Please report every line of the listing below that has the word "request" in it.

## DATA TO PROCESS
<<<<

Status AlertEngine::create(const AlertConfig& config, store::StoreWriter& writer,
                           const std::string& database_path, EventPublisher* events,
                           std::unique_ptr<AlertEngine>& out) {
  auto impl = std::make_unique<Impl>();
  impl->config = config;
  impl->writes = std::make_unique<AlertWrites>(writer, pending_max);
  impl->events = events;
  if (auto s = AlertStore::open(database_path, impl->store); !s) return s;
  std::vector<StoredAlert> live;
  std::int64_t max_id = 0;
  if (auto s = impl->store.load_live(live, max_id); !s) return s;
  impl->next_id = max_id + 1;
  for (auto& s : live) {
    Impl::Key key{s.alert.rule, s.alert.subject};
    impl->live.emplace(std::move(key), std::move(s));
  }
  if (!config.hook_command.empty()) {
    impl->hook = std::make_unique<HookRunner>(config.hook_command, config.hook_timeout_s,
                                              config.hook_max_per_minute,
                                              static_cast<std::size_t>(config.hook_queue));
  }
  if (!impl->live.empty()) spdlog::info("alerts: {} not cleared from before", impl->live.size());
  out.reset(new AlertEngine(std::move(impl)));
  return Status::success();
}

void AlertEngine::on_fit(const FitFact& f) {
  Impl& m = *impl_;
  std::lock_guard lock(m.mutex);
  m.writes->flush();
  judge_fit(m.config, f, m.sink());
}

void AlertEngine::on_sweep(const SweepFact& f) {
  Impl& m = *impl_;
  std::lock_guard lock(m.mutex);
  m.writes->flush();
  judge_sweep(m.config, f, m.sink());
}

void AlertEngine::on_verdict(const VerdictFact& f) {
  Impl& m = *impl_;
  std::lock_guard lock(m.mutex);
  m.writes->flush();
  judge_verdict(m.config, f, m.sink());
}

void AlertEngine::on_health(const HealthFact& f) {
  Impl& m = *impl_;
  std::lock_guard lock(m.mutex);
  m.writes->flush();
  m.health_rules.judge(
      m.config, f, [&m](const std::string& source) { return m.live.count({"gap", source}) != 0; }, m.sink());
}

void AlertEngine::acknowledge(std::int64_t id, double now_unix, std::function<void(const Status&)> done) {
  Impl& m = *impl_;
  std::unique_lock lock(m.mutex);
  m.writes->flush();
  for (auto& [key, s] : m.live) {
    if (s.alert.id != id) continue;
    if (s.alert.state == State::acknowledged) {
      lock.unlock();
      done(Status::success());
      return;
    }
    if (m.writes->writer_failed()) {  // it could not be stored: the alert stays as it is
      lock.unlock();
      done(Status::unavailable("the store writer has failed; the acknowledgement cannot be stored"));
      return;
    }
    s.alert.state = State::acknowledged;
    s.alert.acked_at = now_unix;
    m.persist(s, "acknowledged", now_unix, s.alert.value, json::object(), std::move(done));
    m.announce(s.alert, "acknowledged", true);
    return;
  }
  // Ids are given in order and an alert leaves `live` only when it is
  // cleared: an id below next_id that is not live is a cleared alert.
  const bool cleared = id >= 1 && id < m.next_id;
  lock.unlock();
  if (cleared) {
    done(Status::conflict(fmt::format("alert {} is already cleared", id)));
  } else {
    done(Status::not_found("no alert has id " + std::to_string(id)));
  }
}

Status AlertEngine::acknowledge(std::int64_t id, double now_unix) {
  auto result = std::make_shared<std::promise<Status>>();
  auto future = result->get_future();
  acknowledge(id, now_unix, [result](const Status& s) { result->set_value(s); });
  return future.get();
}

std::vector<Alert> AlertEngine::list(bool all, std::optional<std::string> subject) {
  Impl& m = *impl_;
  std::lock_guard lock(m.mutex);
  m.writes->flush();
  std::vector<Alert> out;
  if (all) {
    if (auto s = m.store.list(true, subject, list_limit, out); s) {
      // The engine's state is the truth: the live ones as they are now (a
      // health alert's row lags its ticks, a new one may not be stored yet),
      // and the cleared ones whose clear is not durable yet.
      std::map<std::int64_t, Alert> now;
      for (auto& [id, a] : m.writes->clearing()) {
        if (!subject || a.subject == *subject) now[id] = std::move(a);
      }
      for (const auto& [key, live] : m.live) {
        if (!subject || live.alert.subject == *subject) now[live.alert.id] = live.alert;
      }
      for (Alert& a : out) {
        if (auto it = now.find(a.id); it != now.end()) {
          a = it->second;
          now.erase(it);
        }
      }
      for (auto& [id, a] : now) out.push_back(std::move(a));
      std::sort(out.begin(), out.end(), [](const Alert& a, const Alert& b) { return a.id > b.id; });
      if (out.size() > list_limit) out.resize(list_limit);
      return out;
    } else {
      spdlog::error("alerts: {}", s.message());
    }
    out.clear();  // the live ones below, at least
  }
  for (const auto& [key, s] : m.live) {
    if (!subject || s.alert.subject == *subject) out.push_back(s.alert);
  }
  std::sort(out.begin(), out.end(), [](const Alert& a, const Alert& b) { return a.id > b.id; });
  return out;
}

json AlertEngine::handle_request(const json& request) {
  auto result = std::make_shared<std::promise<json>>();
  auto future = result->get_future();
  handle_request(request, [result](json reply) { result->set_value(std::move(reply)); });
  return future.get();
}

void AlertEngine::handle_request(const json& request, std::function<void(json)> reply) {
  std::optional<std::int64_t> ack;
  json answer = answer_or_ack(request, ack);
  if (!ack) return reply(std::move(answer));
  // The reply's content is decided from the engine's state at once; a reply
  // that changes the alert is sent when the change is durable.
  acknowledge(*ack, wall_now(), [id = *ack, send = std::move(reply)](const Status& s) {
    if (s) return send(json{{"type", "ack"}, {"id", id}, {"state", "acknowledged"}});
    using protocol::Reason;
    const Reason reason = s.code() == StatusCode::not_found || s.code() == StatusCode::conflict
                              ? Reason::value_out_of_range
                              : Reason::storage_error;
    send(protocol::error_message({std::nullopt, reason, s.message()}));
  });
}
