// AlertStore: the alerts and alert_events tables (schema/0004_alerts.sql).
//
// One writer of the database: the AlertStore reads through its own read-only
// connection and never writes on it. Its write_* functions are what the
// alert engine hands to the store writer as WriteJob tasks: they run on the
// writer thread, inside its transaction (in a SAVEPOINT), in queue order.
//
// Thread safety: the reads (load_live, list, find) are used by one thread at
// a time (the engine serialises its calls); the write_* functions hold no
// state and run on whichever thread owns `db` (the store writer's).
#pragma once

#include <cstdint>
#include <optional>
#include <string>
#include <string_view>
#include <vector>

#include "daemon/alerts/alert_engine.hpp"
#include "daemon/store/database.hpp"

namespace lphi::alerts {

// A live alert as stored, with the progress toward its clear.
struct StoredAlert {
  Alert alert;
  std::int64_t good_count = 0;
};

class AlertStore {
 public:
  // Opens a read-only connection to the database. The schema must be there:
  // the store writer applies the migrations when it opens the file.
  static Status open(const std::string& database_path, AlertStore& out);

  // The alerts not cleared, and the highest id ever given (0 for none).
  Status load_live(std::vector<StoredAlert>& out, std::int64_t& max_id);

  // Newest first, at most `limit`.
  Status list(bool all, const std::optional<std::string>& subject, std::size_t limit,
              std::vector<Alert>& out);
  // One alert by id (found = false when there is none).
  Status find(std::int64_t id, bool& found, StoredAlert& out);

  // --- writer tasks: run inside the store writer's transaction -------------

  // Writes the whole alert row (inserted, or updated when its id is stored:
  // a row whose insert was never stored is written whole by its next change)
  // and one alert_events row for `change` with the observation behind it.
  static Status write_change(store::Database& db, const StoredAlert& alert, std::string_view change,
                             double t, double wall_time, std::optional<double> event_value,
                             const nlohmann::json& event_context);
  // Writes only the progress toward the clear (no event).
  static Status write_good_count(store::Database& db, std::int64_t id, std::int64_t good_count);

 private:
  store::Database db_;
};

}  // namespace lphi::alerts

>>>>

## ANSWER TO THIS EXERCISE
json AlertEngine::handle_request(const json& request) {
  handle_request(request, [result](json reply) { result->set_value(std::move(reply)); });
void AlertEngine::handle_request(const json& request, std::function<void(json)> reply) {
  json answer = answer_or_ack(request, ack);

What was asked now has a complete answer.